In synagogue worship settings, it’s customary for all the men to stand during the reading of the Scriptures, after which all are seated. After everyone has taken their seats, the reader of the text is given the honor of speaking first; giving his insights and thoughts about the text that has just been read. This is why Luke tells us that all eyes were fixed on Jesus after he had read this messianic passage from Isaiah.

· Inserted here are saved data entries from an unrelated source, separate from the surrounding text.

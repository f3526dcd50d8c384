package dev.driftlab.app.browser;

import static org.assertj.core.api.Assertions.assertThat;

import java.time.Duration;
import java.util.List;
import java.util.Map;
import org.junit.jupiter.api.AfterEach;
import org.junit.jupiter.api.Tag;
import org.junit.jupiter.api.Test;
import org.openqa.selenium.By;
import org.openqa.selenium.JavascriptExecutor;
import org.openqa.selenium.Keys;
import org.openqa.selenium.StaleElementReferenceException;
import org.openqa.selenium.WebDriver;
import org.openqa.selenium.WebElement;
import org.openqa.selenium.interactions.Actions;
import org.openqa.selenium.support.ui.Select;
import org.openqa.selenium.support.ui.WebDriverWait;
import org.springframework.boot.test.context.SpringBootTest;
import org.springframework.boot.test.web.server.LocalServerPort;
import tools.jackson.databind.JsonNode;
import tools.jackson.databind.json.JsonMapper;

I’m sure that most of the men in the synagogue that day were expecting Jesus to do what all rabbi-wannabes would do after reading this familiar text. Since everyone knew that this passage in Isaiah 61 is referencing the dramatic changes that will occur in society when the Messiah arrives, I’m guessing that most were expecting Jesus, the hometown boy, to say a few kind words and then turn the proceedings over to the eldest rabbi, so that he could lead the discussion with the men.
But on this typical Saturday afternoon, the synagogue service in Nazareth took a turn literally no one (except, maybe Jesus?) expected. Luke tells us that indeed, the Master didn’t talk very long, but what he did say was so outrageous, it blew the meeting apart, ending it in a near riot. He stated: “Today, this scripture is fulfilled in your hearing.”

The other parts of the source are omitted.